New AI Compliance Requirements Prohibit Discrimination for Colorado Employers
Carl Williams, Paralegal
On June 30, 2026, Colorado’s Senate Bill 24-205 (“SB24-205”), also known as the Colorado AI Act, goes into effect. [1] The law requires employers to exercise reasonable care when using high-risk AI systems to prevent algorithmic discrimination. SB24-205 authorizes the Colorado Attorney General (“AG”) to treat violations as deceptive trade practices and to impose civil penalties for violations.
Employer Use of AI in Their Human Resources Programs and Key Definitions
A high-risk AI system is any tool that makes or meaningfully influences a consequential decision affecting a person’s access to employment, education, healthcare, or other significant opportunities. For employers, this typically includes systems that use AI to screen or rank applicants, evaluate employee performance, recommend promotions, or determine eligibility for benefits or workplace opportunities.
Algorithmic discrimination occurs when an AI system causes unfair treatment of individuals based on protected characteristics such as race, sex, age, disability, national origin, religion, or other legally protected traits.[2] Employers remain prohibited from discriminating against individuals based on these characteristics under federal and state anti-discrimination law.[3]
A developer is anyone who creates or substantially modifies a high-risk AI system. Employers fall into this category if they develop or customize AI tools. A deployer is anyone who uses a high-risk AI system, which may include human resources departments, managers, and compliance teams. SB24-205 does not establish any employee-count threshold; any employer that develops or deploys a high-risk AI system is covered.
Obligations for Employers Using High-Risk AI Systems
Employers that use high-risk AI systems must maintain a documented AI governance and risk-management program that explains how the organization identifies, monitors, and mitigates algorithmic discrimination. SB24-205 recommends the National Institute of Standards and Technology’s AI Risk Management Framework as an appropriate guide for achieving compliance.
Before deploying any high-risk AI system, employers must complete a written impact assessment that addresses the system’s purpose, data inputs, testing procedures, risks, and safeguards. This assessment can be conducted internally or by an external third-party auditor, depending on the employer’s resources and risk management strategy. The assessment must be updated annually and after any substantial system modification. High-risk AI tools must also undergo routine annual reviews and re-evaluation within ninety days of any significant change.

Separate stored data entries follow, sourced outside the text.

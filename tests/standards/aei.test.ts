import { describe, expect, test } from 'vitest';
import { decodeAei, encodeAei, isAeiHex } from '../../server/domain/identifiers/aei.js';
import { resolveTag } from '../../server/domain/identifiers/resolve-tag.js';

// Source of all samples: documentation examples and unit tests of the open-source Rust crate
// aei_tag_parser 1.0.0 (AAR Standard S-918, rail-car layout).
const samples = [
  {
    hex: '2F3E06C007DB1E139000000000000331',
    groupCode: 5,
    tagType: 3,
    initial: 'QNSL',
    number: 502,
    side: 'right' as const,
    lengthDm: 286,
    axles: 4,
    firstCheckSum: 0b00,
    kind: 'locomotive',
  },
  {
    hex: '9EA488C030426A179000000000000331',
    groupCode: 19,
    tagType: 3,
    initial: 'IOCC',
    number: 3088,
    side: 'right' as const,
    lengthDm: 106,
    axles: 4,
    firstCheckSum: 0b01,
    kind: 'car',
  },
];

/** The first sample with the side bit flipped and nothing else (derived from it). */
const flippedSide = '2F3E06C007D91E139000000000000331';

describe.each(samples)('published tag $hex', ({ hex, kind, ...fields }) => {
  test('decodes to its published values', () => {
    expect(decodeAei(hex)).toMatchObject({
      ...fields,
      firstCheckSumValid: true,
      formatCode: 51,
      // Not published: read off the samples.
      bearing: 1,
      platform: 0,
      spare: 0,
      reserved: 0,
      security: 0,
      secondCheckSum: 0,
    });
  });

  test('is written again bit by bit from those values', () => {
    const { tagType, groupCode, initial, number, side, lengthDm, axles } = fields;
    const written = encodeAei({ tagType, groupCode, initial, number, side, lengthDm, axles });
    expect(written).toBe(hex);
  });

  test('names its unit', () => {
    expect(resolveTag(` ${hex.toLowerCase()} `)).toEqual({
      kind: 'aei',
      value: hex,
      groupCode: fields.groupCode,
      side: fields.side,
      equipmentKind: kind,
      identity: {
        compact: `${fields.initial}${fields.number}`,
        scheme: 'aar',
        mark: fields.initial,
        number: String(fields.number),
        display: `${fields.initial} ${fields.number}`,
      },
    });
  });
});

test('a flipped side bit alone fails the first check sum and names nothing', () => {
  expect(decodeAei(flippedSide)).toMatchObject({ side: 'left', firstCheckSumValid: false });
  expect(resolveTag(flippedSide)).toEqual({
    kind: 'hold',
    value: flippedSide,
    hold: 'check-failed',
  });
});

test('frame markers decide whether hex is an AEI tag', () => {
  expect(isAeiHex(samples[0]?.hex ?? '')).toBe(true);
  // Bits 62-63 = 10, bits 126-127 = 00, one digit short, one digit that is no hex.
  expect(isAeiHex('2F3E06C007DB1E129000000000000331')).toBe(false);
  expect(isAeiHex('2F3E06C007DB1E139000000000000330')).toBe(false);
  expect(isAeiHex('2F3E06C007DB1E13900000000000331')).toBe(false);
  expect(isAeiHex('2G3E06C007DB1E139000000000000331')).toBe(false);
});

// Source: equipment group codes as the same crate lists them.
test.each([
  [0, 'other'],
  [1, null],
  [4, null],
  [5, 'locomotive'],
  [6, 'endOfTrain'],
  [8, 'generatorSet'],
  [10, 'container'],
  [12, null],
  [14, null],
  [17, 'other'],
  [18, 'other'],
  [19, 'car'],
  [20, null],
  [21, 'trailer'],
  [24, 'other'],
  [27, 'chassis'],
  [28, null],
  [31, null],
])('equipment group %i is %s', (groupCode, kind) => {
  const tag = encodeAei({ groupCode, initial: 'QTKX', number: 40127, side: 'left' });
  expect(resolveTag(tag)).toMatchObject(
    kind === null ? { kind: 'hold', hold: 'not-equipment' } : { kind: 'aei', equipmentKind: kind },
  );
});

test('reserved equipment groups name no unit', () => {
  for (const groupCode of [2, 3, 7, 9, 11, 13, 15, 16, 22, 23, 25, 26, 29, 30]) {
    const tag = encodeAei({ groupCode, initial: 'QTKX', number: 1, side: 'left' });
    expect(resolveTag(tag)).toMatchObject({ kind: 'hold', hold: 'not-equipment' });
  }
});

// Source: ISO 10374 as DOMAIN describes it (owner code and serial on the tag, check digit by
// ISO 6346); the number is the worked example of ISO 6346:1995, Annex A.
test('a container tag gets the check digit of its owner code and serial', () => {
  const tag = encodeAei({ groupCode: 10, initial: 'CSQU', number: 305438, side: 'left' });
  expect(resolveTag(tag)).toMatchObject({
    equipmentKind: 'container',
    identity: { compact: 'CSQU3054383', scheme: 'iso6346', display: 'CSQU 305438 3' },
  });
});

test('marks ending in J or Z are container numbers on a container tag only', () => {
  const tag = (groupCode: number) =>
    encodeAei({ groupCode, initial: 'ZQXZ', number: 305438, side: 'left' });
  expect(resolveTag(tag(10))).toMatchObject({ identity: { scheme: 'iso6346' } });
  expect(resolveTag(tag(21))).toMatchObject({
    identity: { scheme: 'aar', compact: 'ZQXZ305438' },
  });
});

test('another data format or an initial that spells nothing is undecodable', () => {
  // Format code 0, six-bit text: bits 118-123 of the first sample cleared.
  const otherFormat = resolveTag('2F3E06C007DB1E139000000000000001');
  expect(otherFormat).toMatchObject({ kind: 'hold', hold: 'undecodable-tag' });
  // Initial 26 * 27^3 (no letter stands for 26 in front), number 0, group 19, first check sum 3.
  const bits = `10011${'11'}${(26 * 27 ** 3).toString(2)}${'0'.repeat(34)}`;
  const ones = (bits.replaceAll('0', '').length % 4).toString(2).padStart(2, '0');
  const front = BigInt(`0b${bits}${ones}11`).toString(16).padStart(16, '0');
  const noInitial = `${front}9000000000000331`;
  expect(decodeAei(noInitial)).toMatchObject({ initial: null, firstCheckSumValid: true });
  expect(resolveTag(noInitial)).toMatchObject({ kind: 'hold', hold: 'undecodable-tag' });
});
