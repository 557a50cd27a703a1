import type { KeptMail } from '../../../server/smtp-fake/read-mailbox.js';

/** The one link in a mail whose path starts with `path`; throws unless text and HTML have the same. */
export function linkIn(mail: KeptMail | undefined, path: string): string {
  const isWanted = (link: string) => new URL(link).pathname.startsWith(path);
  const inText = (mail?.text.match(/https?:\/\/\S+/g) ?? []).filter(isWanted);
  const inHtml = [...(mail?.html.matchAll(/href="([^"]+)"/g) ?? [])]
    .map(([, link]) => link ?? '')
    .filter(isWanted);
  const [link] = inText;
  if (!link || inText.length > 1 || inHtml.join() !== inText.join()) {
    throw new Error(`Links to ${path}: in the text ${inText.join()}, in the HTML ${inHtml.join()}`);
  }
  return link;
}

Colorado residents must receive clear notice when high-risk AI systems are used to make consequential decisions about them. If the decision is adverse, deployers must provide residents with a plain-language explanation. Residents must also be given the opportunity to appeal an adverse outcome, including the option for human review, unless offering such an appeal would not be in the consumer’s best interest. For example, where delay could result in serious safety risks or harm.[4] Employers must also publish a public transparency statement identifying the high-risk AI systems they use and describing their risk-mitigation practices. Finally, if an employer discovers that its AI system has caused algorithmic discrimination, it must report the issue to the AG within ninety days.

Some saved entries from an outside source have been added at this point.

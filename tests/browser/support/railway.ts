import { expect } from 'vitest';
import { aarIdentity } from '../../../server/domain/identifiers/identity.js';
import type { Database } from '../../../server/lib/database.js';
import type { Organisation } from '../../../server/models/organisation.js';
import type { Site } from '../../../server/models/site.js';
import { replaceReaderToken } from '../../../server/services/replace-reader-token.js';
import {
  buildAntenna,
  buildOrganisation,
  buildReadPoint,
  buildSite,
  buildUnit,
} from '../../support/factories.js';
import { carTag } from '../../support/ingest.js';
import type { Portal } from './portal.js';
import { soon } from './screens.js';

/** A yard with one lead, where a reader sees cars come in and go out. */
export interface Yard {
  site: Site;
  token: string;
}

const SECONDS_BETWEEN_CARS = 3;

/** Alder Bend Yard, where a car that left for certain is told after 4 h, and Cairn Junction (limit 48 h). */
export async function buildYards(
  db: Database,
  portal: Portal,
): Promise<{ alder: Yard; cairn: Yard }> {
  const alder = await buildSite(db, {
    code: 'ALDER',
    name: 'Alder Bend Yard',
    latitude: 45.1,
    longitude: -93.4,
    returnHours: 4,
    dwellLimitHours: 96,
  });
  const cairn = await buildSite(db, {
    code: 'CAIRN',
    name: 'Cairn Junction',
    latitude: 43.6,
    longitude: -91.2,
    returnHours: 4,
    dwellLimitHours: 48,
  });
  return {
    alder: await equip(db, portal, alder),
    cairn: await equip(db, portal, cairn),
  };
}

async function equip(db: Database, portal: Portal, site: Site): Promise<Yard> {
  const lead = await buildReadPoint(db, { site, code: 'LEAD', name: 'Lead' });
  await buildAntenna(db, { readPoint: lead, number: 1, offsetM: -3, side: 'left' });
  await buildAntenna(db, { readPoint: lead, number: 2, offsetM: 3, side: 'left' });
  await db.pool.query('UPDATE config_state SET version = version + 1 WHERE id = 1');
  return { site, token: await replaceReaderToken(portal.context, site.id) };
}

/** Registers cars `QTKX <number>`; they are their owner's to see once they have been read. */
export async function buildCars(
  db: Database,
  numbers: number[],
  owner?: Organisation,
): Promise<Organisation> {
  const holder = owner ?? (await buildOrganisation(db));
  for (const number of numbers) {
    await buildUnit(db, {
      identity: aarIdentity('QTKX', number),
      owner: holder,
      carType: 'tank car',
      tags: [{ value: carTag(number), side: 'left' }],
    });
  }
  return holder;
}

/**
 * Lets cars cross a yard's lead now, one after the other: their reads are sent to the server by
 * HTTP as a reader sends them, and are waited for until the server has taken them up.
 */
export async function cross(
  portal: Portal,
  yard: Yard,
  numbers: number[],
  way: 'in' | 'out',
): Promise<void> {
  const start = portal.clock.now().getTime();
  const reads = numbers.flatMap((number, place) =>
    (way === 'in' ? [1, 2] : [2, 1]).map((antenna, index) => ({
      antenna,
      tag: carTag(number),
      readAt: new Date(start + (place * SECONDS_BETWEEN_CARS + index) * 1_000).toISOString(),
    })),
  );
  portal.clock.advance(numbers.length * SECONDS_BETWEEN_CARS * 1_000);
  expect(await sendReads(portal, yard, reads)).toMatchObject({
    accepted: reads.length,
    problems: [],
  });
}

/** Sends reads as the yard's reader does, waits until they are taken up, and gives the door's answer. */
export async function sendReads(
  portal: Portal,
  { site, token }: Yard,
  reads: { antenna: number; tag: string; readAt: string }[],
): Promise<unknown> {
  const response = await fetch(`${portal.address}/api/ingest/reads`, {
    method: 'POST',
    headers: { authorization: `Bearer ${token}`, 'content-type': 'application/json' },
    body: JSON.stringify({ site: site.code, reads }),
  });
  const answer: unknown = await response.json();
  await soon(() => lagOf(portal)).toBe(0);
  return answer;
}

async function lagOf({ address }: Portal): Promise<number> {
  const response = await fetch(`${address}/api/health`);
  return ((await response.json()) as { projectorLagMs: number }).projectorLagMs;
}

Enforcement and Exemptions
The AG has exclusive authority to enforce SB24-205, and violations are treated as deceptive trade practices, carrying civil penalties of up to $20,000 per violation.[5] Certain entities, such as banks, insurers, and HIPAA-regulated healthcare organizations, are exempt from portions of the law because they are already subject to comparable federal or state oversight.
Employer Takeaways
SB24-205 will significantly shape how companies use AI in their human resource systems, including the hiring process and will require employers to develop a set of protocols with the objective of prohibiting discrimination. In preparation for the June 30, 2026 enactment of SB24-205, employers should assess how they use AI in their human resources systems and determine which AI tools are considered high-risk and develop AI governance policies for those programs, including providing the proper public transparency statements.
Employers using AI in their human resources systems should contact Campbell Litigation to assist with assessing and developing compliant AI governance programs.
[1] Colorado is the first state to enact an AI law that imposes governance obligations on both developers and deployers of AI systems within the state.
[2] See C.R.S. § 6-1-1701(1) (2024).
[3] See Colorado Anti-Discrimination Act (“CADA”), Colo. Rev. Stat. § 24-34-401 et seq., and Title VII of the Civil Rights Act of 1964, 42 U.S.C. § 2000e et seq. (“Title VII”).
[4] See C.R.S. § 6-1-1703(4)(c)(I) (2024).
[5] See C.R.S. § 6-1-112(1)(a) (2024).